Work to complete » After finding the line with "const rows: LegendRow[] = [];" in the data below, set down exactly each line through the one with "label: basinLabels[basin] ??", inclusive, and stop there.

Task material »
----

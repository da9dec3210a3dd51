import { OUTCOME_KINDS, type ToleranceTarget } from '../../engine';
import type { StudyCellsState } from '../../store/study-store';
import { cellColour } from './study-colours';

/**
 * The map as resolution x resolution RGBA pixels, cell (i, j) at column i and row resolution - 1 - j
 * (the second axis grows upwards, as on the surface view). While the map fills in coarse-to-fine
 * order (sweep/grid.ts coarseToFineOrder), a cell not yet run takes the colour of the coarsest-level
 * cell at the corner of the block it lies in, so a fraction of the work already gives a full, blocky
 * picture; cells with nothing yet stay clear. A basin's colour is shaded by steps to tolerance when the
 * study measured them (`byTolerance`: a run that never came within the tolerance shades as the step
 * limit), else by the steps the run took; mapShade says which in words.
 */
export function paintStartMap(cells: StudyCellsState, resolution: number, maxSteps: number, byTolerance: boolean): Uint8ClampedArray<ArrayBuffer> {
  const out = new Uint8ClampedArray(resolution * resolution * 4);
  const top = 2 ** Math.floor(Math.log2(resolution));
  for (let j = 0; j < resolution; j++)
    for (let i = 0; i < resolution; i++) {
      let index = i + j * resolution;
      for (let s = 2; !cells.filled[index] && s <= top; s *= 2) index = (i - (i % s)) + (j - (j % s)) * resolution;
      if (!cells.filled[index]) continue;
      const shade = byTolerance ? (cells.stepsToTolerance[index] >= 0 ? cells.stepsToTolerance[index] : maxSteps) : cells.steps[index];
      const [r, g, b] = cellColour(cells.kind[index], cells.basin[index], shade, maxSteps);
      const p = (i + (resolution - 1 - j) * resolution) * 4;
      out[p] = r;
      out[p + 1] = g;
      out[p + 2] = b;
      out[p + 3] = 255;
    }
  return out;
}

/** What the map's shade means, for its legend and figure key: steps to tolerance, or steps where there is no target. */
export function mapShade(target: ToleranceTarget | null, maxSteps: number | null): string {
  const limit = maxSteps === null ? '–' : String(maxSteps);
  if (!target) return `${limit} steps at most; lighter = more steps taken (no known minimum, so no steps to tolerance)`;
  return `${limit} steps at most; lighter = more steps to tolerance, to a loss within ${target.tolerance} of the known minimum's ${+target.value.toPrecision(6)}; lightest = never within it`;
}

/** Rows of the legend: each basin and each other outcome present, with its count and share. */
export interface LegendRow {
  key: string;
  label: string;
  basin: number;
  kindIndex: number;
  count: number;
  share: number;
}

export function mapLegend(cells: StudyCellsState, basinLabels: readonly string[]): LegendRow[] {
  const basinCounts = new Map<number, number>();
  const kindCounts = new Map<number, number>();
  let filled = 0;
  for (let c = 0; c < cells.filled.length; c++) {
    if (!cells.filled[c]) continue;
    filled++;
    if (cells.basin[c] >= 0) basinCounts.set(cells.basin[c], (basinCounts.get(cells.basin[c]) ?? 0) + 1);
    else kindCounts.set(cells.kind[c], (kindCounts.get(cells.kind[c]) ?? 0) + 1);
  }
  const rows: LegendRow[] = [];
  for (const [basin, count] of [...basinCounts].sort((a, b) => a[0] - b[0]))
    rows.push({ key: `b${basin}`, label: basinLabels[basin] ?? `basin ${basin + 1}`, basin, kindIndex: -1, count, share: count / filled });
  for (const [kindIndex, count] of [...kindCounts].sort((a, b) => a[0] - b[0]))
    rows.push({ key: `k${kindIndex}`, label: OUTCOME_KINDS[kindIndex], basin: -1, kindIndex, count, share: count / filled });
  return rows;
}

----

Task output »
  const rows: LegendRow[] = [];
  for (const [basin, count] of [...basinCounts].sort((a, b) => a[0] - b[0]))
    rows.push({ key: `b${basin}`, label: basinLabels[basin] ?? `basin ${basin + 1}`, basin, kindIndex: -1, count, share: count / filled });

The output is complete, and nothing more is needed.